:: Extracted entries ::
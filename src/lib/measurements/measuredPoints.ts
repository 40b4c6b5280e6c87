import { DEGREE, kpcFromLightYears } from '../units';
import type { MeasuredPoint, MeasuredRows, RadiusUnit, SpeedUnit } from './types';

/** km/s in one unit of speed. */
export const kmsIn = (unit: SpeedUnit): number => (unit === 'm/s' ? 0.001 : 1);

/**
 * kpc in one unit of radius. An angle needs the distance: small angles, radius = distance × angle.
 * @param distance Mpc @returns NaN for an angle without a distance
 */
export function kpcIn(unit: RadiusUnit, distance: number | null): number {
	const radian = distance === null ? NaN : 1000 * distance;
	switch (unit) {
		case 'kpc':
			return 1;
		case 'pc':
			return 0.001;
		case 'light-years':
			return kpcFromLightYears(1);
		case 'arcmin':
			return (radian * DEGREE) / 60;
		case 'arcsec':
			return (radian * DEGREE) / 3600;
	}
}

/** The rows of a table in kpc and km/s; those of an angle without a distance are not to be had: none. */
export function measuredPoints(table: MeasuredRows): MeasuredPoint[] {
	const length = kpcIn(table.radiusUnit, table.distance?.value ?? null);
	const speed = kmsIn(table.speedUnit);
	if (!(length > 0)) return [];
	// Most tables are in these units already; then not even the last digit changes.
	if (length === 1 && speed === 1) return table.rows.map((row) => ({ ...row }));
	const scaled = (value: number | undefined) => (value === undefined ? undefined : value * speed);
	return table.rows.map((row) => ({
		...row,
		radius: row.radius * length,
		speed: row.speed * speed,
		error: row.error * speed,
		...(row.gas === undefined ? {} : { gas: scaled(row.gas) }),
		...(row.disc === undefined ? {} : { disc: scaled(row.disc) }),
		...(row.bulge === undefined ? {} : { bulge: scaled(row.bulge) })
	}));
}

:: Problem statement ::
Look through the entries above, and wherever a line holds the word "kpcIn", copy it.

:: Answer below ::
export function kpcIn(unit: RadiusUnit, distance: number | null): number {
	const length = kpcIn(table.radiusUnit, table.distance?.value ?? null);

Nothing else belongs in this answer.